*** Opening Records for this task ***

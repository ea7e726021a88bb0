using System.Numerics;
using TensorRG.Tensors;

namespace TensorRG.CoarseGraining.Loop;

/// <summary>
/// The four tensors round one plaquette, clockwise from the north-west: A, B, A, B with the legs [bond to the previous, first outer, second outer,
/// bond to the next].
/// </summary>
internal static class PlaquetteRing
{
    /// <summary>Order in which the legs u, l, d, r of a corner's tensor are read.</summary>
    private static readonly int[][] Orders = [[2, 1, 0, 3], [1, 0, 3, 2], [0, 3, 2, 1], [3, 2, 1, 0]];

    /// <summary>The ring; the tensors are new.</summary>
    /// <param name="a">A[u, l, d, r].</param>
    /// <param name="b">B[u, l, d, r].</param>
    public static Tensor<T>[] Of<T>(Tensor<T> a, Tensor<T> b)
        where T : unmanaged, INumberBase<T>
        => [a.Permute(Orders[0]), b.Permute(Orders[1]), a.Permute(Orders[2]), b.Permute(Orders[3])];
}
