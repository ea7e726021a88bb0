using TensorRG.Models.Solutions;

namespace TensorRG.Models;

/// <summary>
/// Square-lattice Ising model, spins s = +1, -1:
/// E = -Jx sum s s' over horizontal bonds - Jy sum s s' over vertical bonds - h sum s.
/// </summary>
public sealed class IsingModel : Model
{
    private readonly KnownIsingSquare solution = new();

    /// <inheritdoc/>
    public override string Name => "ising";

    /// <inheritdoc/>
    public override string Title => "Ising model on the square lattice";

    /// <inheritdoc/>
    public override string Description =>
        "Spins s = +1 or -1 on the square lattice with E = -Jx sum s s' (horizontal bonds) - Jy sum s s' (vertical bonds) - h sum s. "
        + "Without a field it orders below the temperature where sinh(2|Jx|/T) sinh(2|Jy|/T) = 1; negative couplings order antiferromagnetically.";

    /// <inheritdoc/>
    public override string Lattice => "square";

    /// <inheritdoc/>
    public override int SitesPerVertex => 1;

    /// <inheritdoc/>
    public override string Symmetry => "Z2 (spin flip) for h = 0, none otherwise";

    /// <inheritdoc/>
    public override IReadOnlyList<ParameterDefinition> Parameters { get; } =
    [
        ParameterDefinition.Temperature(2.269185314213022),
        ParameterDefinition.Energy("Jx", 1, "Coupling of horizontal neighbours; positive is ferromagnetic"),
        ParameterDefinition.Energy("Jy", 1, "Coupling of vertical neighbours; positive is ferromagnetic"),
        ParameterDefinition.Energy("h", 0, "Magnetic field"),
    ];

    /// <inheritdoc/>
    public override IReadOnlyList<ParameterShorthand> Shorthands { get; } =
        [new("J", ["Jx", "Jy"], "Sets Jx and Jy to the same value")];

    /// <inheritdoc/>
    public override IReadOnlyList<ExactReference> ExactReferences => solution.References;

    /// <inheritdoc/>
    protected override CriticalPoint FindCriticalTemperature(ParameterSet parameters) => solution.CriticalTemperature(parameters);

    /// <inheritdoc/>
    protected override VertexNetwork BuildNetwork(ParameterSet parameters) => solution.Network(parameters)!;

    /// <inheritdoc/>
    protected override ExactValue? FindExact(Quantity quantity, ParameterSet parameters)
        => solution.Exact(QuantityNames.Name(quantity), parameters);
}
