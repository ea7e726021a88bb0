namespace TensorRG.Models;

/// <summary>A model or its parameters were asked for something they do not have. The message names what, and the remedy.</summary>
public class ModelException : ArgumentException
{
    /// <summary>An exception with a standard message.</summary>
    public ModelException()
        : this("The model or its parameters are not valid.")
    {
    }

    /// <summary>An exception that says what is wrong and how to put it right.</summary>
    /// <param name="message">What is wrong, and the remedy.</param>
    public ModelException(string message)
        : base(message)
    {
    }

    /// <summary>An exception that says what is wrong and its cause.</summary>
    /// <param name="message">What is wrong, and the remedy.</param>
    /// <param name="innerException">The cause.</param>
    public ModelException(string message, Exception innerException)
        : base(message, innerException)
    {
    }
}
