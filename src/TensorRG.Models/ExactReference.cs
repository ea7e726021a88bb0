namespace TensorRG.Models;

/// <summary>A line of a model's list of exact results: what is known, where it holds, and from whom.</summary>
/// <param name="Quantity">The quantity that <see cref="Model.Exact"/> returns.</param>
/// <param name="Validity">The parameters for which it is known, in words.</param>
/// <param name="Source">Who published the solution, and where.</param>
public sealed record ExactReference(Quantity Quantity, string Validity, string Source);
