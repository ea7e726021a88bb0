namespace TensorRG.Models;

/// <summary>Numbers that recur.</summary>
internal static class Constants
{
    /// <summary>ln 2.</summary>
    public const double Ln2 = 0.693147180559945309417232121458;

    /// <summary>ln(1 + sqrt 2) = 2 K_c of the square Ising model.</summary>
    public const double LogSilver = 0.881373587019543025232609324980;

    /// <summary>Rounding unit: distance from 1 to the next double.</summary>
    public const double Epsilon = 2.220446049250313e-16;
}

*** Closing Records for this task ***

Exercise directions: Copy all the records exactly so that no character differs from the source.

Worked solution:
repository ea7e726021a88bb0
using System.Numerics;
using TensorRG.Tensors;

namespace TensorRG.CoarseGraining.Loop;

/// <summary>
/// The four tensors round one plaquette, clockwise from the north-west: A, B, A, B with the legs [bond to the previous, first outer, second outer,
/// bond to the next].
/// </summary>
internal static class PlaquetteRing
{
    /// <summary>Order in which the legs u, l, d, r of a corner's tensor are read.</summary>
    private static readonly int[][] Orders = [[2, 1, 0, 3], [1, 0, 3, 2], [0, 3, 2, 1], [3, 2, 1, 0]];

    /// <summary>The ring; the tensors are new.</summary>
    /// <param name="a">A[u, l, d, r].</param>
    /// <param name="b">B[u, l, d, r].</param>
    public static Tensor<T>[] Of<T>(Tensor<T> a, Tensor<T> b)
        where T : unmanaged, INumberBase<T>
        => [a.Permute(Orders[0]), b.Permute(Orders[1]), a.Permute(Orders[2]), b.Permute(Orders[3])];
}
repository ea7e726021a88bb0
using TensorRG.Models.Solutions;

namespace TensorRG.Models;

/// <summary>
/// Square-lattice Ising model, spins s = +1, -1:
/// E = -Jx sum s s' over horizontal bonds - Jy sum s s' over vertical bonds - h sum s.
/// </summary>
public sealed class IsingModel : Model
{
    private readonly KnownIsingSquare solution = new();

    /// <inheritdoc/>
    public override string Name => "ising";

    /// <inheritdoc/>
    public override string Title => "Ising model on the square lattice";

    /// <inheritdoc/>
    public override string Description =>
        "Spins s = +1 or -1 on the square lattice with E = -Jx sum s s' (horizontal bonds) - Jy sum s s' (vertical bonds) - h sum s. "
        + "Without a field it orders below the temperature where sinh(2|Jx|/T) sinh(2|Jy|/T) = 1; negative couplings order antiferromagnetically.";

    /// <inheritdoc/>
    public override string Lattice => "square";

    /// <inheritdoc/>
    public override int SitesPerVertex => 1;

    /// <inheritdoc/>
    public override string Symmetry => "Z2 (spin flip) for h = 0, none otherwise";

    /// <inheritdoc/>
    public override IReadOnlyList<ParameterDefinition> Parameters { get; } =
    [
        ParameterDefinition.Temperature(2.269185314213022),
        ParameterDefinition.Energy("Jx", 1, "Coupling of horizontal neighbours; positive is ferromagnetic"),
        ParameterDefinition.Energy("Jy", 1, "Coupling of vertical neighbours; positive is ferromagnetic"),
        ParameterDefinition.Energy("h", 0, "Magnetic field"),
    ];

    /// <inheritdoc/>
    public override IReadOnlyList<ParameterShorthand> Shorthands { get; } =
        [new("J", ["Jx", "Jy"], "Sets Jx and Jy to the same value")];

    /// <inheritdoc/>
    public override IReadOnlyList<ExactReference> ExactReferences => solution.References;

    /// <inheritdoc/>
    protected override CriticalPoint FindCriticalTemperature(ParameterSet parameters) => solution.CriticalTemperature(parameters);

    /// <inheritdoc/>
    protected override VertexNetwork BuildNetwork(ParameterSet parameters) => solution.Network(parameters)!;

    /// <inheritdoc/>
    protected override ExactValue? FindExact(Quantity quantity, ParameterSet parameters)
        => solution.Exact(QuantityNames.Name(quantity), parameters);
}
repository ea7e726021a88bb0
namespace TensorRG.Models;

/// <summary>A model or its parameters were asked for something they do not have. The message names what, and the remedy.</summary>
public class ModelException : ArgumentException
{
    /// <summary>An exception with a standard message.</summary>
    public ModelException()
        : this("The model or its parameters are not valid.")
    {
    }

    /// <summary>An exception that says what is wrong and how to put it right.</summary>
    /// <param name="message">What is wrong, and the remedy.</param>
    public ModelException(string message)
        : base(message)
    {
    }

    /// <summary>An exception that says what is wrong and its cause.</summary>
    /// <param name="message">What is wrong, and the remedy.</param>
    /// <param name="innerException">The cause.</param>
    public ModelException(string message, Exception innerException)
        : base(message, innerException)
    {
    }
}
filename src/TensorRG.Models/ExactReference.cs
repository ea7e726021a88bb0
namespace TensorRG.Models;

/// <summary>A line of a model's list of exact results: what is known, where it holds, and from whom.</summary>
/// <param name="Quantity">The quantity that <see cref="Model.Exact"/> returns.</param>
/// <param name="Validity">The parameters for which it is known, in words.</param>
/// <param name="Source">Who published the solution, and where.</param>
public sealed record ExactReference(Quantity Quantity, string Validity, string Source);
repository ea7e726021a88bb0
namespace TensorRG.Models;

/// <summary>Numbers that recur.</summary>
internal static class Constants
{
    /// <summary>ln 2.</summary>
    public const double Ln2 = 0.693147180559945309417232121458;

    /// <summary>ln(1 + sqrt 2) = 2 K_c of the square Ising model.</summary>
    public const double LogSilver = 0.881373587019543025232609324980;

    /// <summary>Rounding unit: distance from 1 to the next double.</summary>
    public const double Epsilon = 2.220446049250313e-16;
}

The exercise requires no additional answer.